# [Your objective]
The answer must be the full listing, reproduced word for word.

-- Dataset records follows --

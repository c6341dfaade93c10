/** A file's own cue points (BWF markers) as the editor's markers. */
import type { AudioLayout } from '../../../dsp/formats/index.ts';
import { isAdtlList, parseCuePoints } from '../../../dsp/formats/cue.ts';
import type { JobResults } from './protocol.ts';

/** The file's cue points and their labels as markers (a damaged cue chunk is skipped: the audio still opens). */
export async function fileMarkers(l: AudioLayout, read: (o: number, n: number) => Promise<Uint8Array>, name: string): Promise<JobResults['open']['markers']> {
  const cue = l.chunks.find((c) => c.id === 'cue ');
  if (!cue || cue.size > 1 << 20) return [];
  let adtl: Uint8Array | null = null;
  for (const c of l.chunks.filter((x) => x.id === 'LIST' && x.size <= 1 << 20)) {
    const data = await read(c.offset, c.size);
    if (isAdtlList(data)) adtl = data;
  }
  try {
    return parseCuePoints(await read(cue.offset, cue.size), adtl, name).map((p, i) => ({ id: `m${i + 1}`, name: p.label || `Cue ${p.id}`, seconds: p.frame / l.sampleRateHz }));
  } catch {
    return [];
  }
}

-- Dataset records concluded --

# [Response area]
repository c6341dfaade93c10
/** A file's own cue points (BWF markers) as the editor's markers. */
import type { AudioLayout } from '../../../dsp/formats/index.ts';
import { isAdtlList, parseCuePoints } from '../../../dsp/formats/cue.ts';
import type { JobResults } from './protocol.ts';

/** The file's cue points and their labels as markers (a damaged cue chunk is skipped: the audio still opens). */
export async function fileMarkers(l: AudioLayout, read: (o: number, n: number) => Promise<Uint8Array>, name: string): Promise<JobResults['open']['markers']> {
  const cue = l.chunks.find((c) => c.id === 'cue ');
  if (!cue || cue.size > 1 << 20) return [];
  let adtl: Uint8Array | null = null;
  for (const c of l.chunks.filter((x) => x.id === 'LIST' && x.size <= 1 << 20)) {
    const data = await read(c.offset, c.size);
    if (isAdtlList(data)) adtl = data;
  }
  try {
    return parseCuePoints(await read(cue.offset, cue.size), adtl, name).map((p, i) => ({ id: `m${i + 1}`, name: p.label || `Cue ${p.id}`, seconds: p.frame / l.sampleRateHz }));
  } catch {
    return [];
  }
}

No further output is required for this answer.